Nicolas’ appointment as a CIFAR Scholar played a major role in his decision to stay in Canada and accept a faculty position at the University of Ottawa. If it wasn’t for this, he might not have been working on Encephalitzoon anymore.

What do your findings mean for our understanding of parasites?

This study is mostly about how genomes change over time. But we also learned interesting things about the biology of the parasites, because observing the actual process of parasites gaining and loosing functions helps us understand their pathogenicity. To know how a parasite functions you need to know how it interacts with the host, since this is its ‘environment,’ in the same way the savannah is the environment of a zebra. It has to be able to extract all the nutrients and energy it needs from this environment and it has to be able to defend itself from environmental stresses. In the case of a parasite, this can include protecting itself from host defenses too. An intracellular parasite can always get nutrients and energy from the host cell that it lives within, and so sometimes it loses the ability to make things it can just acquire from elsewhere. But the more you lose, the more dependent you are on the host cell for getting you what you need, which can narrow down the range of possible host cells.

In the case of our study, the situation was reversed, such that the parasite acquired a new ability to make essential nutrients and therefore exploit previously off-limits host cells. These findings help us better understand the evolution of these parasites.

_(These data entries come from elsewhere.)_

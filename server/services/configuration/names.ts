/** Where a setting holds the number of a row, the file holds its name: numbers belong to one database alone. */
import type { Transaction } from 'sequelize'
import { DistributionList, Station } from '../../models/index.ts'
import { invalidInput } from '../problems.ts'

type Plain = Record<string, unknown>

interface Reference {
  group: string
  /** In the database, and in the file. */
  id: string
  name: string
  nameOf(id: number, transaction?: Transaction): Promise<string | undefined>
  idOf(name: string, transaction?: Transaction): Promise<number | undefined>
}

const within = (transaction?: Transaction) => (transaction ? { transaction } : {})

const references: Reference[] = [
  {
    group: 'watch',
    id: 'leadStationId',
    name: 'leadStation',
    nameOf: async (id, transaction) => (await Station.findByPk(id, within(transaction)))?.code,
    idOf: async (code, transaction) => (await Station.findOne({ where: { code }, ...within(transaction) }))?.id,
  },
  {
    group: 'mail',
    id: 'heartbeatListId',
    name: 'heartbeatList',
    nameOf: async (id, transaction) => (await DistributionList.findByPk(id, within(transaction)))?.name,
    idOf: async (name, transaction) =>
      (await DistributionList.findOne({ where: { name, retiredAt: null }, ...within(transaction) }))?.id,
  },
]

export async function toNames(group: string, content: Plain, transaction?: Transaction): Promise<Plain> {
  const reference = references.find((one) => one.group === group)
  if (!reference) return content
  const { [reference.id]: id, ...rest } = content
  const name = typeof id === 'number' ? await reference.nameOf(id, transaction) : undefined
  return { ...rest, [reference.name]: name ?? null }
}

export async function toIds(group: string, content: Plain, transaction: Transaction): Promise<Plain> {
  const reference = references.find((one) => one.group === group)
  if (!reference) return content
  const { [reference.name]: name, ...rest } = content
  if (typeof name !== 'string') return { ...rest, [reference.id]: null }
  const id = await reference.idOf(name, transaction)
  if (id === undefined) {
    throw invalidInput([{ path: `settings.${group}.${reference.name}`, message: `there is no ${name} here` }])
  }
  return { ...rest, [reference.id]: id }
}
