/** A draft is kept on the server as it is typed; while it is not, this browser keeps it over a reload. */
import { computed, onBeforeUnmount, ref, shallowRef, watch } from 'vue'
import { bulletinDraft, bulletinView } from '../../../shared/schemas/bulletin.ts'
import type { BulletinDraft, BulletinView } from '../../../shared/schemas/bulletin.ts'
import { useAttempt } from '../../composables/useAttempt.ts'
import { useBulletins } from '../../stores/bulletins.ts'
import { differingFields } from './bulletinWords.ts'
import { draftOf, formOf } from './draftForm.ts'

const pauseMs = 900

const emptyDraft: BulletinDraft = {
  ...{ marker: 'information', audience: '', headline: '', meaning: '', validFrom: null, validUntil: null },
  ...{ nextIssueAt: null, listIds: [], chosen: [], replacesId: null, isExercise: false },
}

const storedDraft = (key: string): BulletinDraft | null => {
  try {
    return bulletinDraft.safeParse(JSON.parse(sessionStorage.getItem(key) ?? 'null')).data ?? null
  } catch {
    return null
  }
}

export function useKeptDraft(opened: BulletinView, newest: () => BulletinView | undefined) {
  const bulletins = useBulletins()
  const { attempt, busy, fault, fieldFaults, current } = useAttempt()
  const key = `offing.bulletin.${opened.id}`
  /** What the form was made from and is compared with. */
  const base = shallowRef(opened)
  const baseDraft = computed(() => base.value.draft ?? emptyDraft)
  const form = ref(formOf(storedDraft(key) ?? opened.draft ?? emptyDraft))
  const changes = computed(() => differingFields(baseDraft.value, draftOf(form.value)))
  /** Somebody else's, kept meanwhile; null: nobody was quicker. */
  const theirs = shallowRef<BulletinView | null>(null)
  let pause: ReturnType<typeof setTimeout> | undefined

  async function keep(freezeAgain = false): Promise<boolean> {
    clearTimeout(pause)
    if (theirs.value || base.value.status !== 'draft') return false
    if (!freezeAgain && changes.value.length === 0) return true
    const done = await attempt(async () => {
      base.value = await bulletins.change(base.value, draftOf(form.value), freezeAgain)
    })
    if (done) {
      if (changes.value.length === 0) sessionStorage.removeItem(key)
      else later()
      return done
    }
    const other = bulletinView.safeParse(current.value)
    if (other.success) theirs.value = bulletins.apply(other.data)
    return false
  }
  function later(): void {
    clearTimeout(pause)
    pause = setTimeout(() => void (busy.value ? later() : keep()), pauseMs)
  }

  function take(view: BulletinView): void {
    base.value = view
    theirs.value = null
    form.value = formOf(view.draft ?? emptyDraft)
    sessionStorage.removeItem(key)
  }
  /** Mine over theirs, on purpose. */
  function overwrite(): Promise<boolean> {
    if (theirs.value) base.value = theirs.value
    theirs.value = null
    return keep()
  }

  watch(
    form,
    () => {
      if (changes.value.length === 0) return
      sessionStorage.setItem(key, JSON.stringify(draftOf(form.value)))
      later()
    },
    { deep: true, immediate: true },
  )
  // Somebody else kept it: taken over where nothing was typed here, else shown beside.
  watch(newest, (view) => {
    if (!view || view.version <= base.value.version || busy.value) return
    if (changes.value.length === 0) take(view)
    else theirs.value = view
  })
  onBeforeUnmount(() => void keep())

  return { base, form, changes, theirs, keep, take, overwrite, busy, fault, fieldFaults }
}
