/** Pages, each fetched when it is first opened, and who must be signed in for them. */
import { createRouter, createWebHistory } from 'vue-router'
import type { RouteRecordRaw, Router, RouterHistory } from 'vue-router'
import WatchLayout from '../layouts/WatchLayout.vue'
import { useSession } from '../stores/session.ts'
import { useStations } from '../stores/stations.ts'
import { bulletinRoutes } from './bulletins.ts'
import { homeOf } from './home.ts'
import { officeRoutes } from './office.ts'
import { pages } from './pages.ts'
import { placeRoutes } from './places.ts'
import { setUpRoutes } from './setUp.ts'

const routes: RouteRecordRaw[] = [
  {
    path: '/sign-in',
    name: 'signIn',
    component: () => import('../pages/SignInPage.vue'),
    meta: { title: 'Sign in', open: true },
  },
  {
    path: '/first-administrator',
    name: 'firstAdministrator',
    component: () => import('../pages/FirstAdministratorPage.vue'),
    meta: { title: 'First administrator', open: true },
  },
  {
    path: '/receipt/:token',
    name: 'receipt',
    component: () => import('../pages/ReceiptPage.vue'),
    meta: { title: 'Confirm receipt', withoutSession: true },
  },
  {
    path: '/welcome/:token',
    name: 'welcome',
    component: () => import('../pages/WelcomePage.vue'),
    meta: { title: 'Choose a passphrase', withoutSession: true },
  },
  {
    path: '/bulletin',
    name: 'publicBulletin',
    component: () => import('../pages/PublicBulletinPage.vue'),
    meta: { title: 'Bulletin', withoutSession: true },
  },
  {
    path: '/second-factor',
    name: 'enrol',
    component: () => import('../pages/EnrolPage.vue'),
    meta: { title: 'Second factor' },
  },
  {
    path: '/',
    component: WatchLayout,
    children: [
      { path: '', redirect: () => ({ name: homeOf(useSession().person?.role ?? null) }) },
      {
        path: 'watch',
        name: 'watch',
        component: () => import('../pages/WatchPage.vue'),
        meta: { title: 'Watch', page: 'watch' },
      },
      {
        path: 'stations',
        name: 'stations',
        component: () => import('../pages/StationsPage.vue'),
        meta: { title: 'Stations', page: 'stations' },
      },
      {
        path: 'stations/:id([1-9]\\d*)',
        name: 'station',
        component: () => import('../pages/StationPage.vue'),
        meta: { title: 'Station', page: 'stations' },
      },
      {
        path: 'alerts/:id([1-9]\\d*)?',
        name: 'alerts',
        component: () => import('../pages/AlertsPage.vue'),
        meta: { title: 'Alerts', page: 'alerts' },
      },
      {
        path: 'performance',
        name: 'performance',
        component: () => import('../pages/PerformancePage.vue'),
        meta: { title: 'Alert performance', page: 'alerts' },
      },
      {
        path: 'limits',
        name: 'limits',
        component: () => import('../pages/LimitsPage.vue'),
        meta: { title: 'Limits', page: 'limits' },
      },
      {
        path: 'limits/new',
        name: 'newLimit',
        component: () => import('../pages/LimitEditorPage.vue'),
        meta: { title: 'New limit', page: 'limits' },
      },
      {
        path: 'limits/:id([1-9]\\d*)',
        name: 'limit',
        component: () => import('../pages/LimitEditorPage.vue'),
        meta: { title: 'Limit', page: 'limits' },
      },
      {
        path: 'log',
        name: 'log',
        component: () => import('../pages/LogPage.vue'),
        meta: { title: 'Watch log', page: 'log' },
      },
      {
        path: 'messages',
        name: 'messages',
        component: () => import('../pages/MessagesPage.vue'),
        meta: { title: 'Messages', page: 'messages' },
      },
      {
        path: 'lists',
        name: 'lists',
        component: () => import('../pages/ListsPage.vue'),
        meta: { title: 'Lists', page: 'lists' },
      },
      {
        path: 'my-settings',
        name: 'mySettings',
        component: () => import('../pages/MySettingsPage.vue'),
        meta: { title: 'My settings', page: 'mySettings' },
      },
      ...bulletinRoutes,
      ...placeRoutes,
      ...officeRoutes,
      ...setUpRoutes,
      {
        path: ':rest(.*)*',
        name: 'notFound',
        component: () => import('../pages/NotFoundPage.vue'),
        meta: { title: 'No page here' },
      },
    ],
  },
]

export function createOffingRouter(history: RouterHistory = createWebHistory()): Router {
  const router = createRouter({ history, routes, scrollBehavior: (_to, _from, saved) => saved ?? { top: 0 } })

  router.beforeEach(async (to) => {
    // A link in an e-mail says by itself who opens it.
    if (to.meta.withoutSession) return true
    const session = useSession()
    if (session.state === 'unknown') await session.restore().catch(() => undefined)
    const signedIn = session.state === 'in' || session.state === 'ended'
    if (to.meta.open) return signedIn && session.state === 'in' ? { name: 'watch' } : true
    if (session.state === 'in' && session.mustEnrol && to.name !== 'enrol') return { name: 'enrol' }
    const page = pages.find((one) => one.name === to.meta.page)
    if (signedIn) return !page || session.allows(page.action) ? true : { name: 'watch' }
    return { name: 'signIn', query: to.fullPath === '/' || to.path === '/watch' ? {} : { to: to.fullPath } }
  })

  router.afterEach((to) => {
    const station = to.name === 'station' ? useStations().byId(Number(to.params.id)) : undefined
    const title = station?.name ?? String(to.meta.title ?? '')
    document.title = title ? `${title} – Offing` : 'Offing'
  })

  return router
}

What are the next questions you want to answer?

One of these two species is an insect parasite and the other a vertebrate parasite. I think the next step is to figure out how these parasites with the same common ancestor became so different. Either a vertebrate parasite switched hosts to infect an insect, or insect parasite switched to infect vertebrates. To tell, we need to know more about the diversity of Encephalitozoon in nature and how parasites in the genus are related phylogenetically. This will require an environmental approach; going out into different geographical locations and sampling the diversity using molecular means. And if that is done in such a way that it also tells us what hosts they are infecting, maybe we can get an idea of how the two parasites switched hosts.